A Tarragone, l’explosion d’une usine chimique inquiète la population

La déflagration, qui a fait trois morts et sept blessés, suscite de nombreuses questions sur la sécurité du site et le contrôle de la pollution.

Par Publié le 16 janvier 2020 à 10h53

Temps de Lecture 4 min.

Image fournie par les pompiers catalans  montrant l’incendie de l’usine chimique IQOXE à Tarragone (Espagne), le 14 janvier.

Comment un tel accident a-t-il pu se produire ? Pourquoi la sirène d’alarme ne s’est-elle pas mise en marche ? Quel est le danger réel du polygone pétrochimique de Tarragone ? Devant la mairie de cette ville du sud de la Catalogne, au nord-est de l’Espagne, ces questions reviennent en boucle dans les conversations des centaines de manifestants, consternés et inquiets, réunis mercredi 15 janvier au soir, masques antipollution sur le visage et pancartes « Nous voulons respirer » à la main.

La veille, aux environs de 18 h 40, une violente explosion, qui a fait trois morts et sept blessés, s’est produite dans une cuve de 20 tonnes d’oxyde d’éthylène, un gaz très volatile et hautement inflammable, sur le site de l’usine Iqoxe, spécialisée dans la fabrication de dérivés de cet hydrocarbure (glycol, détergeant, dégivrant…). La puissance de la déflagration a provoqué l’éjection du couvercle du réservoir.

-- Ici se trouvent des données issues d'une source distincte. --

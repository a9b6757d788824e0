//! Protocol stepping: runs a duty cycle through the particle, kinetic and thermal models.
//!
//! Within a time step the current is constant. Diffusion is integrated exactly for that current
//! ([`super::diffusion`]); the terminal voltage, overpotentials and heat are evaluated at the
//! end of the step (implicit, so constant-voltage and constant-power steps are stable at any
//! step length). Constant-voltage and constant-power steps solve for the current that meets
//! their target at the step's end. Step ends are located by bisection inside the step that
//! crosses them, so a voltage end is met within `voltage_end_tolerance_v`.

use super::balance::{balance_cell, Balance};
use super::diffusion::{Boundary, ModeStep, SphereModes};
use super::kinetics::{exchange_current_density, overpotential};
use super::protocol::{Drive, DutyCycle, SeriesSignal, Step, StepEnd};
use super::record::{CycleRecord, EndReason, StepSummary, TracePoint};
use super::stress::surface_hoop_stress;
use super::thermal::{advance_temperature, bernardi_heat};
use super::{Cell, Electrode, Scenario};
use crate::material::arrhenius_factor;
use crate::material::constants::FARADAY;
use thiserror::Error;

/// The slow (aging) state as the cycle model sees it. `Health::fresh` is beginning of life.
#[derive(Debug, Clone, Copy, PartialEq)]
pub struct Health {
    /// Cyclable lithium held in both electrodes, as charge, C.
    pub lithium_inventory_coulomb: f64,
    /// Fraction of each electrode's active material still connected, 0–1.
    pub neg_active_scale: f64,
    pub pos_active_scale: f64,
    /// Series resistance added by aging (film growth, contact loss), Ω.
    pub added_resistance_ohm: f64,
}

impl Health {
    pub fn fresh(cell: &Cell) -> Health {
        Health {
            lithium_inventory_coulomb: cell.lithium_inventory_coulomb(),
            neg_active_scale: 1.0,
            pos_active_scale: 1.0,
            added_resistance_ohm: 0.0,
        }
    }
}

/// Step-size and tolerance settings; the defaults suit cycle-life work.
#[derive(Debug, Clone, Copy, PartialEq)]
pub struct SolverSettings {
    /// Largest change of state of charge in one time step.
    pub max_soc_step: f64,
    /// Largest change of terminal voltage in one time step under an unchanged drive, V.
    pub max_voltage_step_v: f64,
    /// Largest temperature change in one time step, K.
    pub max_temperature_step_k: f64,
    /// First time step after a change of drive, s.
    pub first_dt_s: f64,
    /// Longest time step under load and at rest, s.
    pub max_dt_load_s: f64,
    pub max_dt_rest_s: f64,
    /// Tolerance on a located voltage end, V.
    pub voltage_end_tolerance_v: f64,
    /// A step running longer than this never ends, s.
    pub max_step_duration_s: f64,
    /// Warm-up cycles allowed to reach the periodic state, and the largest change of any
    /// shell stoichiometry over a cycle that counts as periodic.
    pub max_warmup_cycles: usize,
    pub periodic_tolerance: f64,
}

impl Default for SolverSettings {
    fn default() -> Self {
        SolverSettings {
            max_soc_step: 0.01,
            max_voltage_step_v: 0.01,
            max_temperature_step_k: 0.5,
            first_dt_s: 2.0,
            max_dt_load_s: 300.0,
            max_dt_rest_s: 900.0,
            voltage_end_tolerance_v: 2e-4,
            max_step_duration_s: 7.0 * 86_400.0,
            max_warmup_cycles: 8,
            periodic_tolerance: 1e-4,
        }
    }
}

/// Why a cycle could not be simulated; carries where it stopped.
#[derive(Debug, Error, Clone, PartialEq)]
pub enum CycleError {
    #[error("step {step} ({label}) at t = {time_s:.1} s: {detail}")]
    Failed { step: usize, label: String, time_s: f64, detail: String },
    #[error("no charge can be cycled in the voltage window: the cell has no usable lithium or active material")]
    Unbalanced,
}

« Beaucoup de gens sont sortis avec leurs enfants et ont pris leur voiture, mais les rues sont étroites et c’était la panique », Isabelle Moya riveraine de l’usine Iqoxe

Cette chape de métal de près d’une tonne a parcouru plus de 2,5 kilomètres dans les airs avant de s’encastrer au troisième étage d’un immeuble, provoquant l’effondrement du plafond d’un appartement sur un homme de 59 ans, qui en est mort. Un travailleur est décédé dans l’usine, où l’explosion a été suivie d’un important incendie, qui s’est propagé dans d’autres cuves d’oxyde de propylène et n’a été éteint que vingt-quatre heures plus tard. Un autre employé est mort de ses brûlures à l’hôpital.

« Nous avons eu très peur. Les vitres se sont mises à trembler, une porte s’est déformée. Il n’y avait pas d’odeurs particulières mais avec la fumée nous avions le nez et les yeux irrités », explique Isabel Moya, 68 ans, qui manifeste avec sa sœur jumelle en direction du siège de l’Association des entreprises chimiques de Tarragone pour crier sa colère. Toutes deux se trouvaient chez leur sœur, dans le quartier de Bonavista, à moins d’un kilomètre des lieux de l’explosion lorsque celle-ci s’est produite. « Beaucoup de gens sont sortis avec leurs enfants et ont pris leur voiture, mais les rues sont étroites et c’était la panique… », ajoute-t-elle.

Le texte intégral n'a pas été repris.